Description
It is considered “the largest, costliest, ugliest, most spectacular and most conspicuous inheritance contest in American history.” Seward Johnson, the patriarch of the pharmaceutics family was 76 and the multimillionaire heir to the Johnson and Johnson Band-Aid fortune. Basia Piasecka was 34, a recent immigrant from Poland and a former chambermaid at the family estate. When Seward died 12 years after marrying Basia, he left nearly his entire $400 million fortune to his young wife, essentially disinheriting his six adult children from two previous marriages. The children had already received millions of dollars from their father, but they wanted it all.
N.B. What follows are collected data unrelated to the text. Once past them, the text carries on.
// A routed outlet judged against the case: checks, warnings, compliance and the binding check.
import type { Case, Outlet } from "../model.js";
import type { CaseRouting } from "../routing/routeCase.js";
import { bindingCheck, evaluateChecks, type Check } from "./checks.js";
import { outletWarnings, type Warning } from "./warnings.js";
import { implausibleInputWarnings } from "./plausibility.js";
import type { WallPlan } from "../parts/placement.js";
import { casePlan } from "./rules/walls.js";

/** One outlet's wall as judged: the pond it belongs to (null: the case's one pond), the outlet, and where each of its openings sits. */
export interface OutletWall {
  pond: string | null;
  outlet: Outlet;
  plan: WallPlan;
}

export interface Assessment {
  checks: Check[];
  warnings: Warning[];
  compliant: boolean;
  binding: Check | undefined;
  /** Each outlet's wall with its openings placed (the placement the buildability rules judge): the one pond's, or each pond's of a system. */
  walls: OutletWall[];
}

/** The wall of a single pond's outlet: its assessment's one. */
export function outletWall(a: Assessment): WallPlan {
  return a.walls[0].plan;
}

/** `direct`: rules that evaluate the outlet themselves do it stage by stage (the search's reference path). */
export function assess(c: Case, routing: CaseRouting, direct = false): Assessment {
  const checks = evaluateChecks(c, routing.outlet, routing.storms, undefined, direct);
  return {
    checks,
    warnings: [...outletWarnings(c, routing.outlet, routing), ...implausibleInputWarnings(c, routing.outlet, routing)],
    compliant: checks.every((check) => check.passed),
    binding: bindingCheck(checks),
    walls: [{ pond: null, outlet: routing.outlet, plan: casePlan(c, routing.outlet, routing.storms) }],
  };
}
So they contested Seward Johnson’s will, accusing Basia of all manner of wrongdoing in getting the old man to disinherit them and give her all the money. The ensuing legal battle, pitting some of New York City’s most revered law firms against each other, is the stuff of a Dickens novel. One of the leading characters is a Dickensonian judge who was tinged with eccentricity and a whiff of corruption. Another is a young lawyer, who eventually became famous for her culinary guide books—Nina Zagat.
This account is brought to you by David Margolick – the American non-fiction equivalent of Charles Dickens. There is no finer writer of legal non-fiction than this extraordinary reporter, who covered the legal beat for the New York Times and himself is a distinguished graduate of Stanford Law School.